Real-Time Tracking of Gene Therapy by Bioactivated MR contrast Probes - Abstract: Real-Time Tracking of Gene Therapy by Bioactivated MR contrast Probes
With mean survival rate of 5 years (and most cases are fatal) lysomal storage diseases (LSD) are among
the most dismal of prognosis in all of medicine. LSD's represent a large number of monogenetic diseases and
while rare the prevalence is to hemophilia. As monogenetic diseases with clearly defined genotype-phenotype
relations, lysosomal storage diseases are excellent candidates for gene therapy. The transformative results
documented in an adeno-associated virus (AAV) gene therapy clinical trial in infants affected by spinal
muscular atrophy demonstrated unequivocally the potential of in vivo gene transfer to treat monogenic
neurological disorder.
However, to date, there is a lack of non-invasive ways to determine biodistribution or activity levels of these
AAV therapies in patients. This is a significant hinderance, leaving investigators guessing which organs or
structures are effectively treated and, due to the lag time associated with clinical disease progression, this
limitation ultimately impacts the evolution of treatment modalities.

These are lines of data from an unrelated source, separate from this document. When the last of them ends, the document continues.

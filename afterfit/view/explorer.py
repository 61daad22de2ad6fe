"""The Explorer: one Study's workbench (header, term tray, fit meter, residual grid, row inspector,
timeline, export), and the runner that keeps the page responsive while the Study refits.

Actions started from the page go through :meth:`Explorer.run`: they execute on one worker thread,
one at a time, in order; a request equivalent to one still waiting replaces it (the last wins).
While an action runs a status line says so, with a progress indication after about a second; an
error becomes a message in the widget.  After every change of the Study, from the page or from
another cell, every part is refreshed together.

Widget updates are made on the kernel's main thread: from the worker they are handed to the
kernel's IO loop (``kernel.io_loop.add_callback``, thread-safe), so traits are never changed from
two threads at once.  Without a running kernel (a script, a test) they are made directly.
"""
from __future__ import annotations

import html
import math
import threading
import time
import weakref
from dataclasses import dataclass
from typing import Any, Callable

import ipywidgets as W
import numpy as np
import pandas as pd

from afterfit.view.grid import GRID_CHECKS, PALETTE, ResidualGrid
from afterfit.view.inspector import RowInspector, model_variables

__all__ = ["Explorer"]

_PROGRESS_AFTER = 1.0  # seconds before the status line shows a moving progress bar
_TICK = 0.25
_REFRESH_WAIT = 30.0  # most seconds the worker waits for the page to catch up between actions
_LATER_ROWS = 200_000  # from this many rows the tray and audit log fill in after the display
_LATER = "__later__"
# redraw stages after a change, cheapest first: the fit and its cross-validation; then the grid
# (influence, pattern scores and smoothers); then candidate terms; then every check (audit log)
_FIRST = ("header", "model strip", "fit meter", "timeline", "export code")
_GRID = ("residual grid", "row inspector")
_PRIMARY = _FIRST + _GRID

_SMALL_N_PER_PARAMETER = 10  # rows per parameter below which a fit is called small (common practice)


@dataclass(frozen=True)
class _Job:
    fn: Callable[[], Any]
    label: str
    key: Any
    queued: float = 0.0  # time.monotonic() when run() took it


def _kernel_dispatch() -> Callable[[Callable], Any] | None:
    """The running kernel's thread-safe ``add_callback`` (None outside a kernel)."""
    try:
        from IPython import get_ipython
    except ImportError:  # pragma: no cover - IPython comes with ipywidgets
        return None
    shell = get_ipython()
    kernel = getattr(shell, "kernel", None)
    loop = getattr(kernel, "io_loop", None)
    add = getattr(loop, "add_callback", None)
    return add if callable(add) else None


def _esc(value: Any) -> str:
    return html.escape(str(value), quote=True)


def _num(x: float) -> str:
    if not np.isfinite(x):
        return "·"
    return f"{x:.4g}"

In order to overcome these limitations, we propose the development of a new magnetic resonance imaging
(MRI)-based technology to track enzymatic activity in any organ, peripheral nervous system (PNS), or central
nervous system (CNS) over time and thus have the potential to be applicable to any LSD caused by an
enzymatic deficiency. Magnetic resonance imaging is an ideal technique for the study of neurological
disorders. This technique is has become a gold standard in diagnostic radiology as a result of the absence of
ionizing radiation and is capable of true 3D imaging and has been in use for several decades . Detailed
structural information can be obtained in minutes, and single slices in seconds. However, the need to
differentiate regions of tissues or organs that are magnetically similar but histologically distinct has been a
major impetus for the development of contrast enhancement agents. Greater than 40% of all MR procedures
employ contrast agents with more than 450,000 million doses to date have been administered to patients and
Gd(III) based contrast agents are among the safest clinical probes in use.

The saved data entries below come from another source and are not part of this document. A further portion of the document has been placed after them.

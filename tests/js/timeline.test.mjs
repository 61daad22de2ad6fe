// Timeline view (js/timeline.js) on the DOM stub: steps, undo/redo, selecting and comparing.
import test from "node:test";
import assert from "node:assert/strict";

import timeline, { shortTime, pick } from "../../js/timeline.js";
import { makePage, fakeModel, elementsNamed, HOSTILE } from "./dom.mjs";

function steps() {
  return [
    { index: 0, kind: "start", detail: "load ~ temp", reason: "", time: "2026-12-02T10:00:01.123456", formula: "load ~ temp", n_rows: 180, tag: "" },
    { index: 1, kind: "add", detail: "add C(month)", reason: "", time: "2026-12-02T10:01:05", formula: "load ~ temp + C(month)", n_rows: 180, tag: "stated" },
    { index: 2, kind: "add", detail: "add x2", reason: "probe swap", time: "2026-12-02T10:02:09", formula: "load ~ temp + C(month) + x2", n_rows: 180, tag: "speculative" },
  ];
}

function setup(state = {}) {
  const { el } = makePage();
  const model = fakeModel({ steps: steps(), position: 2, can_undo: true, can_redo: false, comparison: {}, error: "", ...state });
  const cleanup = timeline.render({ model, el });
  const button = (action) => el.querySelector(`[data-action=${action}]`);
  const boxes = () => el.querySelectorAll("input[data-action=select]");
  return { el, model, cleanup, button, boxes };
}

test("every step shows kind, detail, reason and time; the current one is marked", () => {
  const { el } = setup();
  const items = el.querySelectorAll(".afterfit-step");
  assert.equal(items.length, 3);
  assert.equal(items[2].querySelector(".afterfit-step-kind").textContent, "add");
  assert.equal(items[2].querySelector(".afterfit-step-detail").textContent, "add x2");
  assert.equal(items[2].querySelector(".afterfit-step-reason").textContent, "\u201Cprobe swap\u201D");
  assert.equal(items[2].querySelector(".afterfit-step-tag").textContent, "speculative");
  assert.equal(items[0].querySelector("time").textContent, "10:00:01");
  assert.equal(items[0].querySelector("time").getAttribute("title"), "2026-12-02T10:00:01.123456");
  assert.equal(items[2].getAttribute("aria-current"), "step");
  assert.equal(items[1].getAttribute("aria-current"), null);
  assert.match(items[2].textContent, /current/);
  assert.equal(items[2].getAttribute("title"), "load ~ temp + C(month) + x2");
});

test("undo and redo are disabled when not possible and send requests when they are", () => {
  const { button, model, el } = setup();
  assert.equal(button("undo").disabled, false);
  assert.equal(button("redo").disabled, true);
  button("redo").click(); // a disabled button gets no click
  button("undo").click();
  assert.deepEqual(model.sent, [{ kind: "undo" }]);
  assert.match(el.querySelector(".afterfit-status").textContent, /Undoing/);
  // Python answers: position 1, both directions possible now
  model.update("position", 1);
  model.update("can_redo", true);
  assert.equal(button("redo").disabled, false);
  assert.equal(el.querySelector(".afterfit-status").textContent, "");
  const items = el.querySelectorAll(".afterfit-step");
  assert.equal(items[1].getAttribute("aria-current"), "step");
  assert.ok(items[2].classList.contains("afterfit-undone"));
  button("redo").click();
  assert.deepEqual(model.sent.at(-1), { kind: "redo" });
});

test("compare needs exactly two ticked steps; a third tick drops the oldest; i < j is sent", () => {
  const { button, boxes, model } = setup();
  assert.equal(button("compare").disabled, true);
  boxes()[2].click();
  assert.equal(button("compare").disabled, true);
  boxes()[0].click();
  assert.equal(button("compare").disabled, false);
  boxes()[1].click(); // third tick: step 2 (the oldest tick) is dropped
  assert.deepEqual(boxes().map((b) => b.checked), [true, true, false]);
  button("compare").click();
  assert.deepEqual(model.sent, [{ kind: "compare", i: 0, j: 1 }]);
  boxes()[0].click(); // untick
  assert.equal(button("compare").disabled, true);
});

test("a comparison from Python is shown as a table and can be closed", () => {
  const { el, model, button } = setup();
  assert.equal(el.querySelector(".afterfit-compare").hidden, true);
  model.update("comparison", {
    i: 0,
    j: 2,
    columns: ["quantity", "value"],
    rows: [["\u0394AIC", "-12.3"], ["F", "4.5"]],
    note: "nested: the F test applies",
  });
  const section = el.querySelector(".afterfit-compare");
  assert.equal(section.hidden, false);
  assert.match(section.textContent, /Step 0 compared with step 2/);
  assert.deepEqual(section.querySelectorAll("th").map((t) => t.textContent), ["quantity", "value"]);
  assert.deepEqual(section.querySelectorAll("td").map((t) => t.textContent), ["\u0394AIC", "-12.3", "F", "4.5"]);
  assert.match(section.textContent, /nested/);
  button("close-compare").click();
  assert.deepEqual(model.get("comparison"), {});
  assert.equal(model.saved, 1);
  assert.equal(section.hidden, true);
});

test("ticks survive a redraw but vanish with their step", () => {
  const { boxes, model } = setup();
  boxes()[2].click();
  boxes()[1].click();
  model.update("steps", steps());
  assert.deepEqual(boxes().map((b) => b.checked), [false, true, true]);
  model.update("steps", steps().slice(0, 2));
  assert.deepEqual(boxes().map((b) => b.checked), [false, true]);
});

test("hostile reasons, details and comparison cells appear as text only", () => {
  const bad = steps();
  bad[1].reason = HOSTILE;
  bad[1].detail = HOSTILE;
  bad[1].formula = HOSTILE;
  const { el, model } = setup({ steps: bad, error: HOSTILE });
  model.update("comparison", { i: 0, j: 1, columns: [HOSTILE], rows: [[HOSTILE]], note: HOSTILE });
  assert.equal(elementsNamed(el, "img").length, 0);
  assert.equal(el.querySelectorAll(".afterfit-step")[1].querySelector(".afterfit-step-detail").textContent, HOSTILE);
  assert.equal(el.querySelector("td").textContent, HOSTILE);
  assert.equal(el.querySelector(".afterfit-status").textContent, HOSTILE);
});

test("cleanup removes the view and every listener", () => {
  const { el, model, cleanup } = setup();
  const root = el.querySelector(".afterfit-timeline");
  cleanup();
  assert.equal(root.listenerCount(), 0);
  assert.equal(model.handlerCount(), 0);
  assert.equal(el.children.length, 0);
});

test("helpers: short time and the two-step selection", () => {
  assert.equal(shortTime("2026-12-02T10:02:09.5+00:00"), "10:02:09");
  assert.equal(shortTime("yesterday"), "yesterday");
  assert.equal(shortTime(undefined), "");
  assert.deepEqual(pick([], 3, true), [3]);
  assert.deepEqual(pick([3, 1], 2, true), [1, 2]);
  assert.deepEqual(pick([3, 1], 3, false), [1]);
  assert.deepEqual(pick([3], 3, true), [3]);
});
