/**
 * Colours the raster for one view. `lookupFor(nside)` gives the pixel lookup
 * for the view's geometry and frame at an nside (the map's, or the outlines'
 * coarser one in comparison mode).
 */
export function renderRaster(
  result: PlanResult,
  view: SkyView,
  lookupFor: (nside: number) => Int32Array,
  cols: number,
  rows: number,
): RasterOut {
  const lookup = lookupFor(result.scenario.map.nside);
  const pixels = new Uint8ClampedArray(4 * cols * rows);
  const map = result.maps[view.freqIndex];
  if (!map) return { pixels, cols, rows, scale: null, lut: null, problem: 'no map for the selected frequency' };
  if (view.compare) {
    // Neutral sky, then every frequency's covered-region outline on top.
    const grey = new Float32Array(0);
    colourise(lookup, grey, { kind: 'linear', min: 0, max: 1 }, schemeLut(DEFAULT_SCHEME), pixels);
    const masks = cachedCoveredMasks(result);
    if (!masks) return { pixels, cols, rows, scale: null, lut: null, problem: null, pending: true };
    paintOutlines(lookupFor(outlineNside(result)), cols, rows, masks, masks.map((_, i) => outlineColour(i)), pixels, Math.max(2, Math.round(cols / 450)));
    return { pixels, cols, rows, scale: null, lut: null, problem: null };
  }
  if (view.diff) {
    const other = view.diff.other.maps[view.freqIndex];
    if (!other || other.length !== map.length) {
      colourise(lookup, new Float32Array(0), { kind: 'linear', min: 0, max: 1 }, schemeLut(DEFAULT_SCHEME), pixels);
      return {
        pixels, cols, rows, scale: null, lut: null,
        problem: !other ? 'the other plan has no map at this frequency index' : 'the two plans use different map resolutions (nside)',
      };
    }
    const d = differenceMap(map, other);
    const scale = makeScale('diverging', d);
    const lut = divergingLut();
    colourise(lookup, d, scale, lut, pixels);
    return { pixels, cols, rows, scale, lut, problem: null };
  }
  if (showsSkyTemp(view)) {
    const sky = skyTempMap(result, view.freqIndex);
    const skyLookup = lookupFor(skyViewNside(result));
    if (!sky) {
      colourise(skyLookup, new Float32Array(0), { kind: 'linear', min: 0, max: 1 }, schemeLut(DEFAULT_SCHEME), pixels);
      return { pixels, cols, rows, scale: null, lut: null, problem: 'this result has no sky model grid (computed by an older engine); recompute to get one' };
    }
    const scale = skyTempScale(sky);
    const lut = schemeLut(view.scheme ?? DEFAULT_SCHEME);
    colourise(skyLookup, sky, scale, lut, pixels);
    return { pixels, cols, rows, scale, lut, problem: null };
  }
  if (showsNoise(view)) {
    const noise = result.noise_maps?.[view.freqIndex];
    if (!noise || noise.length !== map.length) {
      colourise(lookup, new Float32Array(0), { kind: 'linear', min: 0, max: 1 }, schemeLut(DEFAULT_SCHEME), pixels);
      return { pixels, cols, rows, scale: null, lut: null, problem: 'this result has no noise map (computed by an older engine); recompute to get one' };
    }
    const scale = noiseScale(view.scale, noise, result.covered?.[view.freqIndex] ?? null);
    const lut = schemeLut(view.scheme ?? DEFAULT_SCHEME);
    colourise(lookup, noise, scale, lut, pixels);
    return { pixels, cols, rows, scale, lut, problem: null };
  }
  const scale = makeScale(view.scale, map);
  const lut = schemeLut(view.scheme ?? DEFAULT_SCHEME);
  colourise(lookup, map, scale, lut, pixels);
  return { pixels, cols, rows, scale, lut, problem: null };
}

/**
 * The beam at the scrubber's moment: centre (the main boresight) in J2000
 * RA/Dec; for any antenna other than a circular dish at the zenith, every
 * feed's half-power outline (J2000 unit vectors, x, y, z interleaved), drawn
 * instead of the FWHM circle.
 */
export interface BeamMarker {
  ra_deg: number;
  dec_deg: number;
  usable: boolean;
  outlines?: Float64Array[];
  /** every feed's boresight (J2000 unit vectors), main first */
  boresights?: [number, number, number][];
}

export function beamRadiusDeg(result: PlanResult, freqIndex: number): number {
  const s = result.scenario;
  const f = s.telescope.frequencies_mhz[freqIndex];
  return f === undefined ? 0 : (beamWidthRad(s, f) * 90) / Math.PI;
}

/** The vector layer (overlays and graticule labels) at CSS size; ctx may carry a device-pixel transform. */
export function drawOverlayLayer(ctx: Ctx2D, g: MapGeometry, result: PlanResult, view: SkyView, u: number): void {
  const m = result.scenario.map;
  drawOverlays(ctx, g, {
    frame: view.frame,
    bandDeg: m.galactic_band_deg,
    centreRadiusDeg: m.galactic_center_radius_deg,
    u,
    beam: view.beamAt ? { ...view.beamAt, radiusDeg: beamRadiusDeg(result, view.freqIndex) } : null,
  });
  drawGraticuleLabels(ctx, g, view.frame, u);
  drawCentreMarker(ctx, g, view.frame, u);
  drawTargetMarkers(ctx, g, view.frame, mapTargetMarks(result, view), u);
}

/**
 * The targets the map marks: the result's; on a difference map (result = A,
 * view.diff.other = B) B's as well, each name once unless B moved it (then
 * both places, B's named "name (B)").
 */
export function mapTargetMarks(result: PlanResult, view: SkyView): { name: string; vec: [number, number, number] }[] {
  const own = targetMarks(result);
  const other = !view.compare && view.diff ? targetMarks(view.diff.other) : [];
  if (other.length === 0) return own;
  // the same place: chord under 1e-8 rad (a dot product against cos(1e-8) == 1 would round away)
  const same = (p: [number, number, number], q: [number, number, number]) => Math.hypot(p[0] - q[0], p[1] - q[1], p[2] - q[2]) < 1e-8;
  const extra = other.filter((t) => !own.some((o) => o.name === t.name && same(o.vec, t.vec)))
    .map((t) => (own.some((o) => o.name === t.name) ? { name: `${t.name} (${view.diff!.labelB})`, vec: t.vec } : t));
  return extra.length ? [...own, ...extra] : own;
}

const targetMarkCache = new WeakMap<object, { name: string; vec: [number, number, number] }[]>();

/** The result's targets as positions to mark (from the run's own scenario). */
function targetMarks(result: PlanResult): { name: string; vec: [number, number, number] }[] {
  const ts = result.scenario.targets;
  if (!ts || ts.length === 0) return [];
  let m = targetMarkCache.get(ts);
  if (!m) { m = ts.map((t) => { const p = targetPosition(t); return { name: p.name, vec: p.vec }; }); targetMarkCache.set(ts, m); }
  return m;
}

/** What the vector layer depends on: when this key is unchanged, a cached layer can be reused. */
export function overlayKey(g: MapGeometry, result: PlanResult, view: SkyView, u: number, dpr: number): string {
  const m = result.scenario.map;
  const b = view.beamAt;
  return [
    g.width, g.height, g.flipLongitude, view.frame, m.galactic_band_deg, m.galactic_center_radius_deg, u, dpr,
    b ? `${b.ra_deg},${b.dec_deg},${b.usable},${beamRadiusDeg(result, view.freqIndex)},${b.outlines ? b.outlines.map((o) => `${o.length}:${o[0]},${o[1]}`).join(';') : ''}` : '-',
    JSON.stringify(result.scenario.targets ?? []),
    !view.compare && view.diff ? JSON.stringify(view.diff.other.scenario.targets ?? []) : '-',
  ].join('|');
}

/**
 * Draws the map (raster already coloured in `raster`, a drawable of the
 * raster's size) with overlays and graticule labels into ctx at CSS size
 * width x height; ctx may carry a device-pixel transform.
 */
export function drawMapLayer(
  ctx: Ctx2D,
  g: MapGeometry,
  raster: CanvasImageSource,
  result: PlanResult,
  view: SkyView,
  u: number,
): void {
  ctx.imageSmoothingEnabled = false;
  ctx.drawImage(raster, 0, 0, g.width, g.height);
  drawOverlayLayer(ctx, g, result, view, u);
}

We pioneered the development of bio-responsive (i.e., conditionally activated) MR contrast agents and
since that time a library of this class of probes has expanded from enzyme activated agents to pH sensitive,
the detection of ions such as Zn(II) and Ca(II), and redox activated. Here, we describe the development of a
platform where the substrate (that prevents access of water to a Gd(III) ion) is removed by an enzyme which
can be substituted to accommodate a number of gene therapy targets.